I have two cookie recipes I still need to share with you all but since I know I’m probably not the only one craving veggies and nutritious food after the holidays, I figured today would be a good day for a veggie packed recipe.
I have to thank my boss for sending me the original recipe that I used as an inspiration when making this dish. She and I have the same tastes when it comes to food and she’s always finding some of the best recipes so whenever she mentions that she made something that was delicious, I pretty much immediately put it on my to-make list.
This salad is packed with many so many healthy foods and given that it involves many of my favorite foods, I knew I was going to fall in love with it. You can never go wrong with roasted veggies and I love the fact that the kale is roasted too and gets a little crunchy, making it like having kale chips in your salad.

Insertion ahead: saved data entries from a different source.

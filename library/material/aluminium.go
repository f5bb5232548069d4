package material

import "workheat/network/element"

// aluminiumCapacity returns the specific heat capacity of aluminium alloys, J/(kg K), at theta in degC,
// for 0 < theta < 500. Outside the range it keeps the end values.
//
// Source: EN 1999-1-2:2007, 3.3.1.
func aluminiumCapacity(theta float64) float64 { return 0.41*min(max(theta, 0), 500) + 903 }

// aluminiumConductivity returns the thermal conductivity of 3xxx and 6xxx aluminium alloys, W/(m K), at
// theta in degC, for 0 < theta < 500. Outside the range it keeps the end values.
//
// Source: EN 1999-1-2:2007, 3.3.1.
func aluminiumConductivity(theta float64) float64 { return 0.07*min(max(theta, 0), 500) + 190 }

func aluminium() *element.Material {
	at := kelvin([]float64{0, 500})
	return &element.Material{
		Name:         "aluminium",
		About:        "wrought aluminium alloys of the 3xxx and 6xxx series",
		Source:       "EN 1999-1-2:2007, 3.3; end values kept above 500 degC by our choice",
		Density:      2700,
		Capacity:     element.MustCurve(at, []float64{aluminiumCapacity(0), aluminiumCapacity(500)}),
		Conductivity: element.MustCurve(at, []float64{aluminiumConductivity(0), aluminiumConductivity(500)}),
		Low:          at[0],
		High:         at[1],
	}
}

It tastes wonderful warm, right after mixing the warm roasted veggies with the quinoa, but it also stores well in the fridge and tastes great cold as well. I made one batch, ate it for dinner one night and then ate it for lunch and snacks several days in a row.
- 1 cup quinoa (dry)
- 2 cups water (or veggie broth)
- ½ pound broccoli, cut into florets
- 1 sweet potato, chopped into ¼ - ½ inch chunks
- 1 can (15 oz) chickpeas
- 1 bunch laccinto kale, roughly chopped
- olive oil, as needed
- ¼ cup fresh parsley
- 3 Tablespoons feta cheese
- juice from one lemon
- ½ Tablespoon apple cider vinegar
- 2 teaspoons maple syrup
- 3 Tablespoons olive oil
- salt and ground pepper, to taste
- crushed red pepper, to taste (optional)
- Preheat oven to 425ºF.
- Place quinoa and water in a medium saucepan and bring to a boil. Once boiling, reduce heat to simmer, cover and let it do it's thing for 15 minutes. Remove from heat after 15 minutes and place quinoa in a large bowl to cool.
- Drain and rinse your chickpeas. Then place the chickpeas on a paper towels or hand towel to dry.
- Toss broccoli and sweet potato chunks with a little olive oil and roast at 425ºF for about 20 minutes. After 20 minutes, add your kale and chickpeas to the roasting pan. Toss, and roast for another 15 minutes. Stirring the veggies around at least once during the roasting process.
- Once your veggies are nice and roasted, remove from the oven and combine them with the quinoa.
- Chop parsley, crumble feta, and add to the quinoa/vegetable mixture.
- In a small bowl, whisk together lemon juice, vinegar and maple syrup. Gently stir in oil, and add salt, pepper and crushed red pepper flakes to taste. Toss dressing over quinoa/vegetable mixture. Enjoy and store any leftovers in the fridge for 4-5 days.